Le magistrat lui-même, son idée première est-ce qu’elle ne sera pas de m’inculper ? Cet homme commencera par tirer sur moi. C’est sa fonction de le faire. C’est son métier. Demain les policiers diront, méprisants, satisfaits : « Il a tout de suite balbutié ». Et c’est une chose effroyable que de penser que si je balbutie, aux yeux de ces gens-là je suis coupable.
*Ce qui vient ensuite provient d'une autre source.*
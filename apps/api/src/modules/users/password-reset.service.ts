import type { PasswordResetRequest } from "../../auth/create-auth.js";
import { RESET_TOKEN_SECONDS } from "../../auth/create-auth.js";
import type { AppContext } from "../../context.js";
import { recordAudit } from "../audit/audit.service.js";

type ResetContext = Pick<AppContext, "models" | "mailer" | "sequelize"> & { config: Pick<AppContext["config"], "publicOrigin"> };

/** The web page that asks for the new password (apps/web config/paths.ts `resetPassword`). */
export function resetPasswordLink(publicOrigin: string, token: string): string {
  return `${publicOrigin}/reset-password?token=${encodeURIComponent(token)}`;
}

/**
 * Mails better-auth's one-time token as a link to the reset page. Not awaited: the request's
 * answer must take as long for a known address as for an unknown one, so nothing here may
 * wait on SMTP (the mailer never rejects and tracks the send for shutdown and tests).
 * A deactivated account gets no mail: a reset must not become a way back in.
 */
export function mailPasswordReset(ctx: ResetContext, request: PasswordResetRequest): void {
  if (request.banned) return;
  void ctx.mailer.send({
    to: [request.email],
    subject: "Reset your Plumeline password",
    text: [
      `Hello ${request.name},`,
      "",
      "Someone asked to reset the password of your Plumeline account. To choose a new one, open:",
      `  ${resetPasswordLink(ctx.config.publicOrigin, request.token)}`,
      "",
      `The link works once, within ${RESET_TOKEN_SECONDS / 60} minutes. If you did not ask, ignore this mail: your password stays as it is.`,
    ].join("\n"),
  });
}

/**
 * Audits a completed reset (never the token or the password). The user chose this password
 * themselves, so an invitation's one-time-password restriction no longer applies either.
 */
export async function recordPasswordReset(ctx: ResetContext, userId: string): Promise<void> {
  await ctx.sequelize.transaction(async (transaction) => {
    const user = await ctx.models.User.findByPk(userId, { transaction });
    await ctx.models.User.update({ mustChangePassword: false }, { where: { id: userId }, transaction });
    await recordAudit(
      ctx,
      {
        actorId: userId,
        actorEmail: user?.email ?? null,
        action: "user.password-reset",
        entityType: "user",
        entityId: userId,
        summary: `${user?.email ?? "A user"} set a new password through a mailed reset link; their sessions were ended.`,
      },
      transaction,
    );
  });
}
Mais moi je le sais, je le sens ; le trouble qui est dans mon cœur troublera ma voix ; et ils m’arrêteront. (Avez-vous un alibi ?) Et puis la prison, les interrogatoires, la cour d’assises, la probabilité de la condamnation, et puis, par un matin semblable à celui-ci, du même morne…

Ah ! c’est fou ! c’est fou !

Tant pis !

Tout, oui, tout est contre moi.

Tout me porte à croire que Marie-Anne s’est frappée ; jamais je n’ai vu dans ses yeux cette résolution inexorable. Et dites-moi : que voulez-vous que l’on pense si les magistrats concluent au crime ? Exactement je suis dans la main du médecin légiste ; ma vie est suspendue aux conclusions de sa science confuse.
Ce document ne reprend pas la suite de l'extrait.